Whenever a line in the records below contains "signature", pick it out.
- Opening Delimiter -
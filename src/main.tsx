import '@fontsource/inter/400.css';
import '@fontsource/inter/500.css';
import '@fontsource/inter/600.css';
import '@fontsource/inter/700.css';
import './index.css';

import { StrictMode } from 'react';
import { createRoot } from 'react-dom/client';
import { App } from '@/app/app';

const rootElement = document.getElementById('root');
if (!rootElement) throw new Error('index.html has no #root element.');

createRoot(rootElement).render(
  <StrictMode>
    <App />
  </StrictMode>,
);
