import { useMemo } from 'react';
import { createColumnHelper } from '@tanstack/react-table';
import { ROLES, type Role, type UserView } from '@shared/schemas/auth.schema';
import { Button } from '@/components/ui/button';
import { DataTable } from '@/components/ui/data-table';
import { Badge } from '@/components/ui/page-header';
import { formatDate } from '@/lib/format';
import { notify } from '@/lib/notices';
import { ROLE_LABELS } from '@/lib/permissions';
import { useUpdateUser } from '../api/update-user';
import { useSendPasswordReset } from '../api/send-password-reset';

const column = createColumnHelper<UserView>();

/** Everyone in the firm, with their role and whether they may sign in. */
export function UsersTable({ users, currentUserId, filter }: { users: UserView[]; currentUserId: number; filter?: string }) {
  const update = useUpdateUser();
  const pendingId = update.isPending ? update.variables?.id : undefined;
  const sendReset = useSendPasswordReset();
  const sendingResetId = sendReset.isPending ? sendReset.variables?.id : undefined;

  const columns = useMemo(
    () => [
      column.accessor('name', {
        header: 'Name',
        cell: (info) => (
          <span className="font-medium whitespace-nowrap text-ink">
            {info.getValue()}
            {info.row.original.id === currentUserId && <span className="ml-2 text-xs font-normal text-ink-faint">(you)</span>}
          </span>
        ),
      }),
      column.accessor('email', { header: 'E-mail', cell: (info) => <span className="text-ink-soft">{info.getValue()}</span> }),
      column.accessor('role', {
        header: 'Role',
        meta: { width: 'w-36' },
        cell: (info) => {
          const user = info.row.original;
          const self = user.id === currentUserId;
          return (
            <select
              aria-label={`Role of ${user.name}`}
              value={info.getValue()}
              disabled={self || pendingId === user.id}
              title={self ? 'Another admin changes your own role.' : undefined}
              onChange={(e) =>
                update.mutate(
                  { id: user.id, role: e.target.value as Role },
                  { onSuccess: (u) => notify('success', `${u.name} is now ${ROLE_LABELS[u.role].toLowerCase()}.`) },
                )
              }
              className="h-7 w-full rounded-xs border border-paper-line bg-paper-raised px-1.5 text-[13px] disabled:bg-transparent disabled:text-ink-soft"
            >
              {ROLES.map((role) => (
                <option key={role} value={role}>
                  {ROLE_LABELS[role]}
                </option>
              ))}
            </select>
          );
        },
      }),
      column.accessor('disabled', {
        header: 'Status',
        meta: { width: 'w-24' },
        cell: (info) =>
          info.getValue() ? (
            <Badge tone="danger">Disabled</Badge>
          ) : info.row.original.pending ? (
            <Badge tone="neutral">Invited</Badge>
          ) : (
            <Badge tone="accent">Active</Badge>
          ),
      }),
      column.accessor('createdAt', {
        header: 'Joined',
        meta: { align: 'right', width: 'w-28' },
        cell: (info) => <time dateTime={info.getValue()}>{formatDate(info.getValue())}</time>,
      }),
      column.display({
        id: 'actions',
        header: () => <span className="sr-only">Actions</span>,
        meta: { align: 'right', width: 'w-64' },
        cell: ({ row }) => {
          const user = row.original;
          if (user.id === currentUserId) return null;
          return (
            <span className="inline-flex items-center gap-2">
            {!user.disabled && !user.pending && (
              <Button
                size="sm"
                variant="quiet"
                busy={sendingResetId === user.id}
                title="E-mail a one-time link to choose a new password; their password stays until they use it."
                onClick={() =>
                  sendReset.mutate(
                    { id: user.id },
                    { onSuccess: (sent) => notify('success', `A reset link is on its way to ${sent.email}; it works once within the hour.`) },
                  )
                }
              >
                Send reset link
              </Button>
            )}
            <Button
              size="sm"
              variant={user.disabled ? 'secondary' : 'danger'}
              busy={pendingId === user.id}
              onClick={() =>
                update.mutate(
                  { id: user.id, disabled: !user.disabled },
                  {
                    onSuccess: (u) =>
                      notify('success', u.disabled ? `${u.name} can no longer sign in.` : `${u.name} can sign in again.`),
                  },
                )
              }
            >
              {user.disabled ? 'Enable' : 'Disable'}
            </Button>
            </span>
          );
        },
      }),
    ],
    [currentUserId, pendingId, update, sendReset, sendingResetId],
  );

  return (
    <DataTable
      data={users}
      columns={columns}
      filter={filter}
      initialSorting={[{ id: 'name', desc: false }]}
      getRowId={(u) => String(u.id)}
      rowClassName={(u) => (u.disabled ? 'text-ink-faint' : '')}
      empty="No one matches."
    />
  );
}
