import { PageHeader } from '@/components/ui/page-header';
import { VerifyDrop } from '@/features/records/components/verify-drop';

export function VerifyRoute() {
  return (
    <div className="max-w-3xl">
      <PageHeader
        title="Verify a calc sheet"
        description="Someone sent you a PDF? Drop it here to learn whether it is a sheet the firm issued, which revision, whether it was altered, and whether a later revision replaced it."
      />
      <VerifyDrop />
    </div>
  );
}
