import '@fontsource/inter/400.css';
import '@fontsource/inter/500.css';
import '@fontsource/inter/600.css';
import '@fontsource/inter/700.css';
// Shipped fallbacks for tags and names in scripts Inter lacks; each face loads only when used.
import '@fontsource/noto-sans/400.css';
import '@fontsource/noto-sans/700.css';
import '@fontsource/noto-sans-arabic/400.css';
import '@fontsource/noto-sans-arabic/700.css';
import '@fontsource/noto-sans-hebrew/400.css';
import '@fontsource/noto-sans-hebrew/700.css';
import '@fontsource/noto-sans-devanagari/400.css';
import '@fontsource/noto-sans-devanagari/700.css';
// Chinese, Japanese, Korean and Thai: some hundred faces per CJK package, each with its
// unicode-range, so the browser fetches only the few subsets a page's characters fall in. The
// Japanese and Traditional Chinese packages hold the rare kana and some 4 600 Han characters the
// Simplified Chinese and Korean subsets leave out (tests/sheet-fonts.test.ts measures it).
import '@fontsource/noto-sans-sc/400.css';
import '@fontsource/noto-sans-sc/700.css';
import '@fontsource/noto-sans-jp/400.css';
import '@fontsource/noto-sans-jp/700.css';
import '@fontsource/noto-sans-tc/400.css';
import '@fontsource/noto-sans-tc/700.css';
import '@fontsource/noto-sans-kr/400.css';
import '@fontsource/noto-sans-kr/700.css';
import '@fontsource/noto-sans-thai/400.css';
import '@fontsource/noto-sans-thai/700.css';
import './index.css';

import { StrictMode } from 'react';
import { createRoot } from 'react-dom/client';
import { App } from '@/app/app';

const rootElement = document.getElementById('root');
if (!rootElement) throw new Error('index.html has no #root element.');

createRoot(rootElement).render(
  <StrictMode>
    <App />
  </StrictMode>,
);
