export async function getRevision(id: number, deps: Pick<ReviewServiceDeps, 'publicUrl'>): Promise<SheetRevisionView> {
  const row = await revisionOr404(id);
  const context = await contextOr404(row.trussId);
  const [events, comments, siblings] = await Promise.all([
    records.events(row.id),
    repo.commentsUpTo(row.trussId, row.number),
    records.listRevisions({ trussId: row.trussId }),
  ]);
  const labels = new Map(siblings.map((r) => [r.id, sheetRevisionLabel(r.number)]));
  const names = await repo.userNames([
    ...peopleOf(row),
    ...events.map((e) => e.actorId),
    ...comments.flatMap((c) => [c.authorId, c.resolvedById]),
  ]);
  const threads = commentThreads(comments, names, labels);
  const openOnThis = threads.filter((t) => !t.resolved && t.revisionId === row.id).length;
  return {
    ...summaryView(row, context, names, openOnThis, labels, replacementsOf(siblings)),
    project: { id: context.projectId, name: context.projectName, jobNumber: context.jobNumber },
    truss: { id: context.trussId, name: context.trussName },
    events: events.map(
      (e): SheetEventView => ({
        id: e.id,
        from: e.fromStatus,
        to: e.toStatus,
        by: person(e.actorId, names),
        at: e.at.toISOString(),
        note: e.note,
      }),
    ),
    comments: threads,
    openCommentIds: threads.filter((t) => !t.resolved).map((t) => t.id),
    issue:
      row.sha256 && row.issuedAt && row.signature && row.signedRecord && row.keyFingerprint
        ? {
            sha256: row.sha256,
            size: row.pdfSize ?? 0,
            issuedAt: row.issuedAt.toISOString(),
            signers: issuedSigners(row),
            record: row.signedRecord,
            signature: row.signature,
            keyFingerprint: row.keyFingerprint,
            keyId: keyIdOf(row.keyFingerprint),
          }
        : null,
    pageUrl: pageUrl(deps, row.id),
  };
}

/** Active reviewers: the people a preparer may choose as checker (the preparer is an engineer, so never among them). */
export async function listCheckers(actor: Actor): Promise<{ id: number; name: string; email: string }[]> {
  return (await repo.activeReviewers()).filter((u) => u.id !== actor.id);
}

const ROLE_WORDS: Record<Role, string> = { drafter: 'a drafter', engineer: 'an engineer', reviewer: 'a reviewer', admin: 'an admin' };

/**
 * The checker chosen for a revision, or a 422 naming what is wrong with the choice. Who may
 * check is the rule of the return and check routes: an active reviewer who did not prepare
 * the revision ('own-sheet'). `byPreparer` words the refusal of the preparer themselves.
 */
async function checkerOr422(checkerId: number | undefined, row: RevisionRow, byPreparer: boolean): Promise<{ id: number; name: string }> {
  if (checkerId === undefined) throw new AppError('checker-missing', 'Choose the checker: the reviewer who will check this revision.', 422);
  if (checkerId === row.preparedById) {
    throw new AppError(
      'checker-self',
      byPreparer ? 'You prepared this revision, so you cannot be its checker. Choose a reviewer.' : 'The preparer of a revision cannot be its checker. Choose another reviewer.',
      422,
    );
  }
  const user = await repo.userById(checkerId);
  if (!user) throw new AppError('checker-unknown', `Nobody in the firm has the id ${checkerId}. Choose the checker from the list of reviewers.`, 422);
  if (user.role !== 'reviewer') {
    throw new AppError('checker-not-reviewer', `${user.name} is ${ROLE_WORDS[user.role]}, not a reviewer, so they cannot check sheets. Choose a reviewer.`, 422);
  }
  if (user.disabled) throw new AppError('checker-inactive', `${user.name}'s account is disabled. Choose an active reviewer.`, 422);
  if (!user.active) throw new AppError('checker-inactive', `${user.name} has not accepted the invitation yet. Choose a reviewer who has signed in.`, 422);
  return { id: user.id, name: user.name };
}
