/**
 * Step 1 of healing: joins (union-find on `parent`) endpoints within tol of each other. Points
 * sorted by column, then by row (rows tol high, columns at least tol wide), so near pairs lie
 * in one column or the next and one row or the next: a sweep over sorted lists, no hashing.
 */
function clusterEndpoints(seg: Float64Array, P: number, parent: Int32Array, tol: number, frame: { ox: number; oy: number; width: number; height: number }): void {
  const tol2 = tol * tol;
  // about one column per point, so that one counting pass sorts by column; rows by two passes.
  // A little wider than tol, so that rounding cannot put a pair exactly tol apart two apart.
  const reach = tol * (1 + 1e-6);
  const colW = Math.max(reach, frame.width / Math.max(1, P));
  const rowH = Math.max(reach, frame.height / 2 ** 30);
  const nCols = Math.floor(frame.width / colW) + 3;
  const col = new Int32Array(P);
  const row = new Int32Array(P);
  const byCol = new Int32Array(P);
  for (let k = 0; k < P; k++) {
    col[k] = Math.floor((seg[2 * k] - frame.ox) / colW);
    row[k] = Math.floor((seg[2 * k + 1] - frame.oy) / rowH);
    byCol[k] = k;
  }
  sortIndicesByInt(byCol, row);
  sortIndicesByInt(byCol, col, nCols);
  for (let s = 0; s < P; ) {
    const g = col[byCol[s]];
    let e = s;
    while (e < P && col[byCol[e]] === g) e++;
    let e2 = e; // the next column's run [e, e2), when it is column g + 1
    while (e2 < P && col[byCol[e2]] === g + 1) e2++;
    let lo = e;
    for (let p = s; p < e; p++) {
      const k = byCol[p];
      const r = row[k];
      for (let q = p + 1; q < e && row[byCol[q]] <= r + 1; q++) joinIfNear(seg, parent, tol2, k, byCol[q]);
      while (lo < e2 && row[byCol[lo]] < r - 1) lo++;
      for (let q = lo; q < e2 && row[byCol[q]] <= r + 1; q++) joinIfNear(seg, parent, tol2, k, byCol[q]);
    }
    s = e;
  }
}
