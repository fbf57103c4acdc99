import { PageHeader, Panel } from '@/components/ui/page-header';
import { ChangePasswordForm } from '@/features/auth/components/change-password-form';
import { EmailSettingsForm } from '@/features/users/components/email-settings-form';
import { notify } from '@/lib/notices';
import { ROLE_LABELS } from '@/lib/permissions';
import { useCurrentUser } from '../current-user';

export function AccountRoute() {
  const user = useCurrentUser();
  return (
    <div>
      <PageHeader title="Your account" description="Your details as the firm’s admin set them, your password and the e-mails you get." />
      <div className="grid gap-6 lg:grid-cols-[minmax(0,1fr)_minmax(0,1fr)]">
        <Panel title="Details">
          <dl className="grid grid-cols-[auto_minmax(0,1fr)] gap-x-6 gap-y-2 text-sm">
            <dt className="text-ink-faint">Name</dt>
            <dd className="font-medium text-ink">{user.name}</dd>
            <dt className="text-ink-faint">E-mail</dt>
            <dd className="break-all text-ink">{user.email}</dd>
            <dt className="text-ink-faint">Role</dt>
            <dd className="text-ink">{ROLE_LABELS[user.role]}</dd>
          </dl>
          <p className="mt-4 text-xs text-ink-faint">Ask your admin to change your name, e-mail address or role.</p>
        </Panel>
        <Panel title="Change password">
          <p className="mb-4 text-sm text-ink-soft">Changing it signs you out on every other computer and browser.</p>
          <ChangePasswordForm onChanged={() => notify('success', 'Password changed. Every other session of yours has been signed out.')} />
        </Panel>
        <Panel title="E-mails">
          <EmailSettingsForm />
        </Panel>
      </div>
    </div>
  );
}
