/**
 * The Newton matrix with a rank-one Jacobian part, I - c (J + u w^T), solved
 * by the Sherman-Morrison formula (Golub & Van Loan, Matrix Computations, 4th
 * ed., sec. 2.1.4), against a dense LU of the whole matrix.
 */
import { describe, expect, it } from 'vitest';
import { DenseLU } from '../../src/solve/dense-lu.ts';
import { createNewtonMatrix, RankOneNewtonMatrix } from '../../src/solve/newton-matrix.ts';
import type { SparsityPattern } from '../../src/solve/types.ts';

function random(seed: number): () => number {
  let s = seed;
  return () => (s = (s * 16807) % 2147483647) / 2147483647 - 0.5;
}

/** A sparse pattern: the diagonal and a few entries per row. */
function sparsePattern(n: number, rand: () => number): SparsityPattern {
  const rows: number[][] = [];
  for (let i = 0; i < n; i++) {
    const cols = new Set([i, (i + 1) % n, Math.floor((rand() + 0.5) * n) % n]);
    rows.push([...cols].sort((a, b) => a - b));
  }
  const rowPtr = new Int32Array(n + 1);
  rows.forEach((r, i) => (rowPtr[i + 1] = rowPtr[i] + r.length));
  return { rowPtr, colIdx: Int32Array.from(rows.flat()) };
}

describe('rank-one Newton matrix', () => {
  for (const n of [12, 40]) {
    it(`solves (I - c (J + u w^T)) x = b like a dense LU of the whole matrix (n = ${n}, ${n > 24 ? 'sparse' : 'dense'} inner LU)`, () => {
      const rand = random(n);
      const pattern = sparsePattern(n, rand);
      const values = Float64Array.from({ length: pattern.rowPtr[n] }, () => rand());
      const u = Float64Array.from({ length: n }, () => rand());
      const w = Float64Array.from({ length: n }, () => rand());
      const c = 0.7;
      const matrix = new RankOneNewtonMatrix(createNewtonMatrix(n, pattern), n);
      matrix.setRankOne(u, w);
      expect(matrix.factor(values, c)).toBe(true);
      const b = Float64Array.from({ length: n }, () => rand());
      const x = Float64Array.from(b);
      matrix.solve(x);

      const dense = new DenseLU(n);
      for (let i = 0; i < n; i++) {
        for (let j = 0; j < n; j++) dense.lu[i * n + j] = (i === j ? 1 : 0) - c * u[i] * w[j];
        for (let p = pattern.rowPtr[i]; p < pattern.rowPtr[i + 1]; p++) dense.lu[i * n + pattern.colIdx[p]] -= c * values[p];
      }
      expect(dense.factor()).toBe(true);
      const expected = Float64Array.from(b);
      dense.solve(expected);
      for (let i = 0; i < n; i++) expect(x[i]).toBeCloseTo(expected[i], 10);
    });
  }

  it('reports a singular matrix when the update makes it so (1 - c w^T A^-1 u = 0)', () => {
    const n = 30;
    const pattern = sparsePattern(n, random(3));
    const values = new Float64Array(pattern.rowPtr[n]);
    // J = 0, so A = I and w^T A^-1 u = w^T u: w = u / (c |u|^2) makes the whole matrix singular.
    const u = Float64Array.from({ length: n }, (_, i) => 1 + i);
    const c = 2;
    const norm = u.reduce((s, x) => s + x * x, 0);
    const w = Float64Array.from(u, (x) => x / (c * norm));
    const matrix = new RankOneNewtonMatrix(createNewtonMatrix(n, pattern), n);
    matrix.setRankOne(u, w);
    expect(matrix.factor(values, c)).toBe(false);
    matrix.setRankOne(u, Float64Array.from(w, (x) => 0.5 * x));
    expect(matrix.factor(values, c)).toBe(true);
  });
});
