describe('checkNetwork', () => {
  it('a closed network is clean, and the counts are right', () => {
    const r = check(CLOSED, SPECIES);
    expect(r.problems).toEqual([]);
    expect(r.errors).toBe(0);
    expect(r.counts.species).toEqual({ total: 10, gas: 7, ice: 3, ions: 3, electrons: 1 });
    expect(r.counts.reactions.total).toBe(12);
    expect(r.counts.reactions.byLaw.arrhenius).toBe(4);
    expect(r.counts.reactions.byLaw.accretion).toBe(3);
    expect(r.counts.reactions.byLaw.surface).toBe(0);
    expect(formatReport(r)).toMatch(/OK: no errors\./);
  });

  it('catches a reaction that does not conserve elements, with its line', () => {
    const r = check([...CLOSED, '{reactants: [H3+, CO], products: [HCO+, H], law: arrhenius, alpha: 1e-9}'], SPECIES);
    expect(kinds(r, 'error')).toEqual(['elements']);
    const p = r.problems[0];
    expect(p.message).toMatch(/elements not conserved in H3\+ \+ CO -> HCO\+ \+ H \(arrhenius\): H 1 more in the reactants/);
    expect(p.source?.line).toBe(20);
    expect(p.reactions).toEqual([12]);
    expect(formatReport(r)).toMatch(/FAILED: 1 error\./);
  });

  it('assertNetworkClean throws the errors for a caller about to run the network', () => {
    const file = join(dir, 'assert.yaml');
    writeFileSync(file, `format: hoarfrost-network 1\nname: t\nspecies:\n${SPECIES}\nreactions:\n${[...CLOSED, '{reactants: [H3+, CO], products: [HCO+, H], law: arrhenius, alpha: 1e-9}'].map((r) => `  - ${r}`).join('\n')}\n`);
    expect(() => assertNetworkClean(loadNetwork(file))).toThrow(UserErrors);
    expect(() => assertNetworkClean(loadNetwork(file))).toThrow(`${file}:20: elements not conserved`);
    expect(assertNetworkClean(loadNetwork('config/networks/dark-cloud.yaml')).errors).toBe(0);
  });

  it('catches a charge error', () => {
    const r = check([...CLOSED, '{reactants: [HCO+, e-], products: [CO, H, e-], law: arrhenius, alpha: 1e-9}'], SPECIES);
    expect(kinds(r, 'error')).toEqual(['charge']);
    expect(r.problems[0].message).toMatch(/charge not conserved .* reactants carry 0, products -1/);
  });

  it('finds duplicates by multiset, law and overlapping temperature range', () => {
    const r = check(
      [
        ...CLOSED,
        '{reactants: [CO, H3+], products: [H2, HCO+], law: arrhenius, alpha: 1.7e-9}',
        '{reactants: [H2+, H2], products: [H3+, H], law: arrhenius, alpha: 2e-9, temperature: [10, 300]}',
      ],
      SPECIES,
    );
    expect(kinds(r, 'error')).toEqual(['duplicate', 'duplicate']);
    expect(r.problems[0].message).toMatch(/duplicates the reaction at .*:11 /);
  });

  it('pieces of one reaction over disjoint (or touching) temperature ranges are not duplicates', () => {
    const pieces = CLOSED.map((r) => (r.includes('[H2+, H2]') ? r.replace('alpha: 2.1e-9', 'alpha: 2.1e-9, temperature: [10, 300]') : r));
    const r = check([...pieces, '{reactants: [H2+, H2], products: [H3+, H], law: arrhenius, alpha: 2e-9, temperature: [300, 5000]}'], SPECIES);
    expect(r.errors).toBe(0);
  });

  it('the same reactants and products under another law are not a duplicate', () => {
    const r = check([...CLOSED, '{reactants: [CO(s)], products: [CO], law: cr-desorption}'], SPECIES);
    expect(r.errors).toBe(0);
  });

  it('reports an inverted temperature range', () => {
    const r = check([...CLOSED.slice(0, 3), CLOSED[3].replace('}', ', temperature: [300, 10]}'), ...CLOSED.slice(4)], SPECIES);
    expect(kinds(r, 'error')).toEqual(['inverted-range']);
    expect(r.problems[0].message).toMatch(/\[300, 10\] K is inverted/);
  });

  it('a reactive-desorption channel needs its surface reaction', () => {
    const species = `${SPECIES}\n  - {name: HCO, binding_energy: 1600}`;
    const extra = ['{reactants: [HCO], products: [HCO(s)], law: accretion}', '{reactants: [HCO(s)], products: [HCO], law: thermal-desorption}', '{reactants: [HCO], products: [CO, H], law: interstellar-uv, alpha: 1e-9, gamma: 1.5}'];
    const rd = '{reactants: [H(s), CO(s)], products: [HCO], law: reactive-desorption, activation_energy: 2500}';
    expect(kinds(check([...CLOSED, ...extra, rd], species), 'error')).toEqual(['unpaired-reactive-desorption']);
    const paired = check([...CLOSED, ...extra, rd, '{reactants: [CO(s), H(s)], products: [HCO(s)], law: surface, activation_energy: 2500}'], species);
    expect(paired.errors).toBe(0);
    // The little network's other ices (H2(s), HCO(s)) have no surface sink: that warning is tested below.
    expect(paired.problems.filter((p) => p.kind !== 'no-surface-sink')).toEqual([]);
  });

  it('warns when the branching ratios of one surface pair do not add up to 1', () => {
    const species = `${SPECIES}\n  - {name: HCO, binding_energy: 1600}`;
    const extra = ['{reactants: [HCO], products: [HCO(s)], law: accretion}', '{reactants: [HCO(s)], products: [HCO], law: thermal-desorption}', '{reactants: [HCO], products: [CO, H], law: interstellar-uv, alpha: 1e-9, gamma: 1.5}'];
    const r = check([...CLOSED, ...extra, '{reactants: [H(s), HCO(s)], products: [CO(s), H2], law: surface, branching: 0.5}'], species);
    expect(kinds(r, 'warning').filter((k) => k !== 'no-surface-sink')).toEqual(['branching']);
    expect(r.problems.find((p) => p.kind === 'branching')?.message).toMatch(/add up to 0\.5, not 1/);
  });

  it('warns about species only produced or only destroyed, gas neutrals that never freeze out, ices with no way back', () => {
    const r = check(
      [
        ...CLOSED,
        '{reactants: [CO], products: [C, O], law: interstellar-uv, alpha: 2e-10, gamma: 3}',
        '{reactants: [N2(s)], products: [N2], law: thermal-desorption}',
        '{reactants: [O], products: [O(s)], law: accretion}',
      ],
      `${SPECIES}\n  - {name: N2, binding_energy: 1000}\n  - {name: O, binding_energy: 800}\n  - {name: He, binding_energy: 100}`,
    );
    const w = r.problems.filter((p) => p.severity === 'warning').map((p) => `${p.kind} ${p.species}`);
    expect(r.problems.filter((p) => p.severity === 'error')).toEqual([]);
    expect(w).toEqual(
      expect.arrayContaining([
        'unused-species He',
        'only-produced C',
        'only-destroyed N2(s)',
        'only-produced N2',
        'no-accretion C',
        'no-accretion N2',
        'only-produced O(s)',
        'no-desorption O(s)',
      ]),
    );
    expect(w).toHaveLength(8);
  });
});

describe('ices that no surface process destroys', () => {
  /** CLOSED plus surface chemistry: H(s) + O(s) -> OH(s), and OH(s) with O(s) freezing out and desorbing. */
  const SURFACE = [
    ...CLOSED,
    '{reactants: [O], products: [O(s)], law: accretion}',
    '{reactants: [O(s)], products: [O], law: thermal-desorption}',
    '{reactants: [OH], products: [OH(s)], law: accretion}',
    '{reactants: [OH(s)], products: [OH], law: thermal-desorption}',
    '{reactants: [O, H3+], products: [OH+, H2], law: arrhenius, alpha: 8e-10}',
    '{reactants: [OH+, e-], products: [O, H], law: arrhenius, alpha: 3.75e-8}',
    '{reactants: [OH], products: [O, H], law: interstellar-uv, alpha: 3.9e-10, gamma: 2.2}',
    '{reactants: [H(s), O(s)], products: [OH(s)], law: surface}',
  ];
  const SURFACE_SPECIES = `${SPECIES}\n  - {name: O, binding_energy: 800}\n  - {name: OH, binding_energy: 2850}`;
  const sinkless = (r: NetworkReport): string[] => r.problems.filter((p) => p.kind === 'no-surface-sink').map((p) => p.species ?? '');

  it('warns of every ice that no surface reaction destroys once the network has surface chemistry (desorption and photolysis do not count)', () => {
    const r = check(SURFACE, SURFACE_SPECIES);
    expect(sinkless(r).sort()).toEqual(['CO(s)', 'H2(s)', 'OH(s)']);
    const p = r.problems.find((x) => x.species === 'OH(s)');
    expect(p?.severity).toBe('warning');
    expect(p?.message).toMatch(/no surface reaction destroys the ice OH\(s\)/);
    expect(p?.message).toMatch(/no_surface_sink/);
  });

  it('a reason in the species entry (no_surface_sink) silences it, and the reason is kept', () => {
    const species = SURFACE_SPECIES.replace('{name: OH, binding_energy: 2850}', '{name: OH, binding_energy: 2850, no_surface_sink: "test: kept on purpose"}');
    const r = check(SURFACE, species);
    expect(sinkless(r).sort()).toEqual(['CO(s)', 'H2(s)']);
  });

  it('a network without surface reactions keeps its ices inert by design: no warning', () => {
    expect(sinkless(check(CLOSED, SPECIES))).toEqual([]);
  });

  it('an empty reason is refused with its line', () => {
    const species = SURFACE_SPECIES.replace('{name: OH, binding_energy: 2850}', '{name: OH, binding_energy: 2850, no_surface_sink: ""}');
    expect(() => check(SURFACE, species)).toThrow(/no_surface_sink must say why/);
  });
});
- Closing Delimiter -
> _THE ANSWER_
      row.sha256 && row.issuedAt && row.signature && row.signedRecord && row.keyFingerprint
            signature: row.signature,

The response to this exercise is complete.